Foundation Models Know Enough
LLMs already contain overlapping world models. You just have to ask them right.
Ontologists reply to an LLM output, “That’s not a real ontology—it’s not a formal conceptualization.”
But that’s just the No True Scotsman fallacy dressed up in OWL. Boring. Not growth-oriented. Look forward, angel.
A foundation model is a compression of human knowledge. The real problem isn't that we "lack a conceptualization". The real problem with an FM is that they contain too many. FMs contain conceptualizations—plural. Messy? Sure. But usable.

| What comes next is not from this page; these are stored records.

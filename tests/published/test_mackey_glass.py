"""The respiration equation of Mackey and Glass 1977, Science 197:287, with its human values (from memory).

lambda = 6 mmHg/min, P0 = 40 mmHg, V0 = 7 L/min, tau = 0.25 min. Paper: critical slope 7.44 L/min/mmHg, period about 1 min. Computed
exactly from these numbers: 7.442186 L/min/mmHg and 0.985250 min = 3.941 tau.
"""

from __future__ import annotations

import math

import numpy as np
import pytest

from lagscape.engine.cycle import CycleStatus, limit_cycle
from lagscape.engine.margins import margins
from lagscape.engine.roots import rightmost_roots
from lagscape.engine.simulate import simulate
from lagscape.loops.plain import PlainLoop

PRODUCTION, PRESSURE, VENTILATION, LARGEST, DELAY_MIN = 6.0, 40.0, 7.0, 80.0, 0.25
CRITICAL_SLOPE, PERIOD_MIN = 7.442186, 0.985250


def person(slope: float) -> PlainLoop:
    """The loop whose ventilation is 7 L/min at 40 mmHg with this slope, L/min/mmHg; seconds inside.

    V = Vmax P^n / (theta^n + P^n) has slope n V (1 - V/Vmax) / P, and theta follows from the resting point.
    """
    exponent = slope * PRESSURE / (VENTILATION * (1.0 - VENTILATION / LARGEST))
    half = PRESSURE * (LARGEST / VENTILATION - 1.0) ** (1.0 / exponent)
    clearance = PRODUCTION / (PRESSURE * VENTILATION) * LARGEST
    return PlainLoop(
        production_per_s=PRODUCTION / 60.0,
        largest_clearance_per_s=clearance / 60.0,
        exponent=exponent,
        half_level=half,
        delay_s=60.0 * DELAY_MIN,
    )


def test_the_loop_rests_at_forty() -> None:
    rest = person(5.0).rest()
    assert rest.state[0] == pytest.approx(PRESSURE, rel=1e-12)
    assert rest.output * LARGEST == pytest.approx(VENTILATION, rel=1e-11)


def test_the_closed_form_gives_the_paper_s_numbers() -> None:
    # Oracle: tau sqrt(b^2 - a^2) = arccos(-a/b) with a = lambda/P0 and b = lambda V'/V0, 1/min. Tolerance: half of the sixth place.
    a, b = PRODUCTION / PRESSURE, PRODUCTION * CRITICAL_SLOPE / VENTILATION
    omega = math.sqrt(b * b - a * a)
    assert math.acos(-a / b) / omega == pytest.approx(DELAY_MIN, abs=1e-7)
    assert 2.0 * math.pi / omega == pytest.approx(PERIOD_MIN, abs=5e-7)
    assert round(CRITICAL_SLOPE, 2) == 7.44
    assert round(PERIOD_MIN / DELAY_MIN, 3) == 3.941


def test_critical_slope_and_period_by_the_gain_margin() -> None:
    # The slope is a plain factor of the loop, so the margin at one slope tells the critical one. Tolerance: half of the sixth place.
    found = margins(person(3.0).form(), person(3.0).rest())
    assert found.gain_margin is not None and found.phase_crossover_frequency is not None
    assert 3.0 * found.gain_margin == pytest.approx(CRITICAL_SLOPE, abs=5e-7)
    assert 2.0 * math.pi / found.phase_crossover_frequency / 60.0 == pytest.approx(PERIOD_MIN, abs=5e-7)


def test_critical_slope_by_the_roots() -> None:
    # Bisection on the sign of growth: a method that shares no code with the margins.
    low, high = 5.0, 10.0
    for _ in range(40):
        middle = 0.5 * (low + high)
        loop = person(middle)
        low, high = (middle, high) if rightmost_roots(loop.form(), loop.rest()).spectral_abscissa < 0.0 else (low, middle)
    assert low == pytest.approx(CRITICAL_SLOPE, abs=5e-7)


@pytest.mark.parametrize(("slope", "grows"), [(0.9 * CRITICAL_SLOPE, False), (1.1 * CRITICAL_SLOPE, True)])
def test_a_small_push_dies_below_and_grows_above(slope: float, grows: bool) -> None:
    # Law: simulation shows on which side of the boundary the loop stands. The linear growth over these 30 min is a factor of 10 or more.
    loop = person(slope)
    trace = simulate(loop, duration=1800.0, offset=0.01, purpose="release")
    early = np.ptp(trace.states[trace.times < 120.0, 0])
    late = np.ptp(trace.states[trace.times > 1680.0, 0])
    assert (late > 5.0 * early) if grows else (late < early / 5.0)


def test_the_cycle_just_above_the_boundary_has_the_onset_period() -> None:
    # Law: at onset the cycle has the boundary's period; 2 % above, the period has moved by well under 1 %.
    loop = person(1.02 * CRITICAL_SLOPE)
    cycle = limit_cycle(loop.form(), loop.rest())
    assert cycle.status is CycleStatus.CONVERGED
    assert cycle.period_s == pytest.approx(60.0 * PERIOD_MIN, rel=0.01)
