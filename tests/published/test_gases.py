"""The published table of the saturation curve, measured pressures on mountains, and arterial blood at 4,559 m."""

from __future__ import annotations

import math

import numpy as np
import pytest

from lagscape.loops import gases


@pytest.mark.parametrize(
    ("po2", "percent"), [(50.0, 85.08), (60.0, 90.85), (70.0, 94.06), (80.0, 95.84), (90.0, 96.88), (100.0, 97.49)]
)
def test_the_table_of_severinghaus(po2: float, percent: float) -> None:
    # Oracle: the standard curve tabled in Severinghaus 1979, J Appl Physiol 46:599. Tolerance: the distance of the formula from the
    # standard curve that the paper states, 0.0055.
    assert gases.saturation(po2) == pytest.approx(percent / 100.0, abs=0.0055)


def test_p50() -> None:
    # Oracle: Severinghaus 1979, P50 about 26.86 mmHg, printed to 0.01.
    assert gases.po2_of_saturation(0.5) == pytest.approx(26.86, abs=0.005)


@pytest.mark.parametrize("saturation", np.arange(0.90, 0.985, 0.005))
def test_the_printed_inverse_agrees_within_its_printed_error(saturation: float) -> None:
    # Oracle: ln P = 0.385 ln(S/(1-S)) + 3.32 - 1/(72 S) - 0.17 S^6, whose round trip is printed as within 0.0031.
    printed = math.exp(0.385 * math.log(saturation / (1.0 - saturation)) + 3.32 - 1.0 / (72.0 * saturation) - 0.17 * saturation**6)
    assert gases.saturation(printed) == pytest.approx(saturation, abs=0.0031)
    assert gases.saturation(gases.po2_of_saturation(saturation)) == pytest.approx(saturation, abs=1e-14)


@pytest.mark.parametrize(("altitude", "low", "high", "standard"), [(6300.0, 350.0, 352.0, 339.6), (8050.0, 281.0, 285.0, 265.1)])
def test_pressure_on_high_mountains(altitude: float, low: float, high: float, standard: float) -> None:
    # Oracle: pressures measured on Everest (West 1986), and the standard atmosphere's (ICAO), which is too low there. The formula is
    # a mean over places and seasons; 1.3 % covers its distance from the days measured, a third of the standard atmosphere's error.
    pressure = float(gases.barometric_pressure_mmhg(altitude))
    measured = 0.5 * (low + high)
    icao = 760.0 * (1.0 - 2.25577e-5 * altitude) ** 5.25588
    assert icao == pytest.approx(standard, abs=0.15)  # the oracle's own oracle: printed to 0.1
    assert pressure == pytest.approx(measured, rel=0.013)
    assert abs(pressure - measured) < 0.4 * abs(icao - measured)


def test_sea_level() -> None:
    # exp(6.63268) by the formula: 759.5 against the standard 760 mmHg.
    assert gases.barometric_pressure_mmhg(0.0) == pytest.approx(760.0, rel=0.001)


@pytest.mark.parametrize(("pao2", "paco2", "difference"), [(39.6, 30.0, 7.9), (37.6, 30.7, 9.3), (33.9, 31.1, 12.5)])
def test_arterial_blood_at_4559_m_fits_the_alveolar_gas_equation(pao2: float, paco2: float, difference: float) -> None:
    # Oracle: femoral blood a few hours after arrival at the Margherita hut, by severity of mountain sickness (table in Eur Respir
    # Rev). The mean alveolar PO2 that the table implies against ours by West's pressure. A person's R between 0.75 and 0.85 moves it
    # by 2.5 mmHg, a day's weather by 1.
    ours = float(gases.alveolar_po2_mmhg(paco2, barometric_mmhg=gases.barometric_pressure_mmhg(4559.0)))
    assert ours == pytest.approx(pao2 + difference, abs=2.7)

At Stardog, we’re turning this latent structure into real ontologies using symbolic knowledge distillation. Prompt orchestration → structure extraction → formal encoding. OWL, SHACL, and friends. Shake till mixed. Rinse. Repeat. Secret sauce simmered and reduced.
This isn't theoretical hard. We avoid that. It’s merely engineering hard. We LTF into that!
But the payoff means bootstrapping rich, new ontologies at scale: faster, cheaper, with lineage. It's the intersection of FM latent space, formal ontology, and user intent expressed via CQs. We call it the Symbolic Latent Layer (SLL). Cute eh?
The future of enterprise AI isn’t just documents. It’s distilling structured symbolic knowledge from LLMs and plugging it into agents, workflows, and reasoning engines.
You don’t need a priesthood to get a formal ontology anymore. You need a good prompt and a smarter pipeline and the right EKG platform.